Making a Difference

In November, 2017, the Business Voice wanted to hear about how we at Phoenix collaborate with youth to make a difference. Jessica provided her story about how Phoenix made a difference in her journey to becoming a nurse.

By Heather Laura Clarke


At just 17, Jessica Blaikie was living in a women’s shelter and struggling with mental health challenges. She joined a Phoenix program on resume development and job interview skills at the Phoenix Learning and Employment Centre, and says that small decision ended up changing the course of her life.

She began participating in more of their programs, and moved into Phoenix House at 18. Blaikie still marvels at how her marks shot up from 60s and 70s to all 90s – high enough to see her graduate from high school with honours.

“They helped me get my marks up by providing tutors, and they pushed me to be the best person I could be,” says Blaikie. “They were amazing.”

Before living at Phoenix House, Blaikie admits she’d been kicked out of every other group home or shelter she’d tried living in – not because she was a troublemaker, but because of complicated mental health issues.

“I had it stuck in my head that everybody was going to toss me aside, but Phoenix never did that,” says Blaikie. “No matter how much I pushed or struggled, they gave me chance after chance to show me they cared about me.”

Even when she moved out of Phoenix House and into her college dorm in Truro, she remembers they still called regularly to check in. When she was in the hospital at one point, Phoenix staffers drove up to visit and brought her chocolates.
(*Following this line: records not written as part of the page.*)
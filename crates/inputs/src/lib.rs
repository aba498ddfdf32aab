//! Opening input files: only regular files are read, opening never blocks, and no read runs
//! past a stated size.
//!
//! Every file facetcal reads as input goes through [`open_regular`] (or [`read_capped`],
//! [`read_json_text`] on top of it):
//! - the path's metadata (symlinks followed) is checked first, so a FIFO, socket or device is
//!   refused with [`InputError::NotRegular`] before it is ever opened;
//! - the open itself uses `O_NONBLOCK` (on Unix), so a FIFO swapped in after that check cannot
//!   hang the process, and the opened handle's metadata is checked again;
//! - reads stop one byte past the cap: `/dev/zero` or a runaway file costs at most the cap.
//!
//! The caps are constants of this crate: [`MAX_JSON_BYTES`] for every JSON input (target, scene,
//! suite, fleet spec, correspondences, calibration) and [`MAX_PIXELS`], the pixel limit shared by
//! images and by the image size a calibration file declares.
//!
//! ```
//! let dir = tempfile::tempdir().unwrap();
//! let path = dir.path().join("t.json");
//! std::fs::write(&path, "{}").unwrap();
//! assert_eq!(facetcal_inputs::read_json_text(&path).unwrap(), "{}");
//! let e = facetcal_inputs::read_json_text(dir.path()).unwrap_err();
//! assert!(e.to_string().contains("is a folder"), "{e}");
//! ```
//!
//! This crate never parses what it reads and never writes.
#![deny(missing_docs)]

use std::fs::{File, Metadata};
use std::io::Read;
use std::path::{Path, PathBuf};

use thiserror::Error;

/// The largest JSON input read, bytes (128 MiB): far above any real target, scene or
/// calibration file (a calibration of 200 views of 2000 points is about 60 MB), far below
/// what would exhaust a machine.
pub const MAX_JSON_BYTES: u64 = 128 << 20;

/// The largest image file read, bytes (1 GiB); also the cap on any other file of a batch.
pub const MAX_IMAGE_FILE_BYTES: u64 = 1 << 30;

/// The largest image accepted, width x height (100 million pixels); also the largest image
/// size a calibration file may declare.
pub const MAX_PIXELS: u64 = 100_000_000;

/// Why an input file cannot be read.
#[derive(Debug, Error)]
#[non_exhaustive]
pub enum InputError {
    /// The file could not be opened or read.
    #[error("{}: cannot read: {source}", path.display())]
    Io {
        /// The file.
        path: PathBuf,
        /// The cause.
        source: std::io::Error,
    },
    /// The path is not a regular file (a folder, FIFO, socket or device).
    #[error("{}: is {kind}, not a regular file", path.display())]
    NotRegular {
        /// The file.
        path: PathBuf,
        /// What it is ("a folder", "a FIFO"...).
        kind: &'static str,
    },
    /// The file is larger than the cap.
    #[error("{}: larger than the limit of {limit} bytes for this kind of file", path.display())]
    TooLarge {
        /// The file.
        path: PathBuf,
        /// The cap, bytes.
        limit: u64,
    },
    /// The text starts with a UTF-8 byte-order mark, which JSON forbids (RFC 8259, 8.1).
    #[error("{}: starts with a byte-order mark (EF BB BF); save it as UTF-8 without BOM", path.display())]
    ByteOrderMark {
        /// The file.
        path: PathBuf,
    },
    /// The text is not UTF-8.
    #[error("{}: not UTF-8 text (invalid byte at offset {offset})", path.display())]
    NotUtf8 {
        /// The file.
        path: PathBuf,
        /// Offset of the first invalid byte.
        offset: usize,
    },
}

impl InputError {
    /// The file concerned.
    pub fn path(&self) -> &Path {
        match self {
            InputError::Io { path, .. }
            | InputError::NotRegular { path, .. }
            | InputError::TooLarge { path, .. }
            | InputError::ByteOrderMark { path }
            | InputError::NotUtf8 { path, .. } => path,
        }
    }
}

/// What kind of file a metadata describes, as words for a message; `None` for a regular file.
pub fn special_kind(meta: &Metadata) -> Option<&'static str> {
    let t = meta.file_type();
    if t.is_file() {
        return None;
    }
    if t.is_dir() {
        return Some("a folder");
    }
    #[cfg(unix)]
    {
        use std::os::unix::fs::FileTypeExt;
        if t.is_fifo() {
            return Some("a FIFO");
        }
        if t.is_socket() {
            return Some("a socket");
        }
        if t.is_char_device() {
            return Some("a character device");
        }
        if t.is_block_device() {
            return Some("a block device");
        }
    }
    Some("a special file")
}

/// Whether a path is a regular file (symlinks followed), without opening it.
pub fn check_regular(path: &Path) -> Result<Metadata, InputError> {
    let meta =
        std::fs::metadata(path).map_err(|source| InputError::Io { path: path.into(), source })?;
    match special_kind(&meta) {
        None => Ok(meta),
        Some(kind) => Err(InputError::NotRegular { path: path.into(), kind }),
    }
}

/// Opens a regular file for reading in a way that cannot block, and returns it with its
/// metadata. Anything else is refused with its kind.
pub fn open_regular(path: &Path) -> Result<(File, Metadata), InputError> {
    check_regular(path)?;
    let io = |source| InputError::Io { path: path.into(), source };
    let mut options = std::fs::OpenOptions::new();
    options.read(true);
    #[cfg(unix)]
    {
        use std::os::unix::fs::OpenOptionsExt;
        // Opening a FIFO for reading blocks until a writer comes; O_NONBLOCK makes it return
        // at once, and the fstat below refuses it. On a regular file the flag has no effect
        // on reads (POSIX), so it is left set.
        options.custom_flags(libc::O_NONBLOCK | libc::O_NOCTTY);
    }
    let file = options.open(path).map_err(io)?;
    let meta = file.metadata().map_err(io)?;
    match special_kind(&meta) {
        None => Ok((file, meta)),
        Some(kind) => Err(InputError::NotRegular { path: path.into(), kind }),
    }
}

/// Reads a whole regular file of at most `limit` bytes.
pub fn read_capped(path: &Path, limit: u64) -> Result<Vec<u8>, InputError> {
    let (file, meta) = open_regular(path)?;
    let too_large = || InputError::TooLarge { path: path.into(), limit };
    if meta.len() > limit {
        return Err(too_large());
    }
    let mut bytes = Vec::with_capacity(meta.len() as usize);
    // The length can change under us (a file still being written); the cap holds anyway.
    file.take(limit + 1)
        .read_to_end(&mut bytes)
        .map_err(|source| InputError::Io { path: path.into(), source })?;
    if bytes.len() as u64 > limit {
        return Err(too_large());
    }
    Ok(bytes)
}

/// Checks that bytes are UTF-8 text without a byte-order mark (`path` names them in errors).
pub fn text_from_bytes(path: &Path, bytes: Vec<u8>) -> Result<String, InputError> {
    if bytes.starts_with(&[0xEF, 0xBB, 0xBF]) {
        return Err(InputError::ByteOrderMark { path: path.into() });
    }
    String::from_utf8(bytes).map_err(|e| InputError::NotUtf8 {
        path: path.into(),
        offset: e.utf8_error().valid_up_to(),
    })
}

/// Reads a JSON input: a regular file of at most [`MAX_JSON_BYTES`], UTF-8 without BOM.
pub fn read_json_text(path: &Path) -> Result<String, InputError> {
    text_from_bytes(path, read_capped(path, MAX_JSON_BYTES)?)
}

#[cfg(test)]
mod tests {
    use super::*;

    #[test]
    fn regular_files_are_read_and_the_cap_holds() {
        let dir = tempfile::tempdir().unwrap();
        let p = dir.path().join("a.json");
        std::fs::write(&p, b"0123456789").unwrap();
        assert_eq!(read_capped(&p, 10).unwrap(), b"0123456789");
        let e = read_capped(&p, 9).unwrap_err();
        assert!(matches!(e, InputError::TooLarge { limit: 9, .. }), "{e}");
    }

    #[test]
    fn byte_order_marks_and_bad_utf8_are_named() {
        let p = Path::new("x.json");
        let e = text_from_bytes(p, b"\xEF\xBB\xBF{}".to_vec()).unwrap_err();
        assert!(e.to_string().contains("byte-order mark"), "{e}");
        let e = text_from_bytes(p, b"{\"a\": \"\xFF\"}".to_vec()).unwrap_err();
        assert!(matches!(e, InputError::NotUtf8 { offset: 7, .. }), "{e}");
    }

    #[test]
    fn folders_are_refused_by_kind() {
        let dir = tempfile::tempdir().unwrap();
        let e = read_json_text(dir.path()).unwrap_err();
        assert!(matches!(e, InputError::NotRegular { kind: "a folder", .. }), "{e}");
    }

    #[cfg(unix)]
    #[test]
    fn a_fifo_is_refused_without_blocking() {
        let dir = tempfile::tempdir().unwrap();
        let p = dir.path().join("f.json");
        let c = std::ffi::CString::new(p.to_str().unwrap()).unwrap();
        // SAFETY: a valid NUL-terminated path; mkfifo only creates a file.
        assert_eq!(unsafe { libc::mkfifo(c.as_ptr(), 0o600) }, 0);
        let e = read_json_text(&p).unwrap_err();
        assert!(matches!(e, InputError::NotRegular { kind: "a FIFO", .. }), "{e}");
        // Through a symlink as well.
        let l = dir.path().join("link.json");
        std::os::unix::fs::symlink(&p, &l).unwrap();
        assert!(matches!(read_json_text(&l), Err(InputError::NotRegular { kind: "a FIFO", .. })));
    }

    #[cfg(unix)]
    #[test]
    fn devices_are_refused_before_any_read() {
        let e = read_capped(Path::new("/dev/zero"), 1 << 20).unwrap_err();
        assert!(matches!(e, InputError::NotRegular { kind: "a character device", .. }), "{e}");
    }
}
“Phoenix does one thing that no other group does that I’m aware of, and that’s show the kids that they’re family,” says Blaikie. “Just because you ‘age out’ and move on doesn’t mean they forget about you.”

Now 31, Blaikie works as a unit aid in the IWK Health Centre’s neonatal intensive care unit. She’s also studying at NSCC to become an LPN (licensed practical nurse). She doesn’t believe she’d have built this positive new life without the help of Phoenix – in fact, she doesn’t believe she’d have a life at all.

“If it wasn’t for Phoenix workers showing me that they cared, I probably wouldn’t be sitting here today,” says Blaikie.

She proudly speaks out about her past to remind people of the difference Phoenix Youth Programs is making in the lives of so many young Nova Scotians.

“Phoenix youth are kids who need a little more understanding,” says Blaikie. “Phoenix is about supporting kids who may not have grown up with supportive, caring, compassionate adults in their lives or the resources other youth have. It’s about helping youth believe in themselves and achieve their goals.”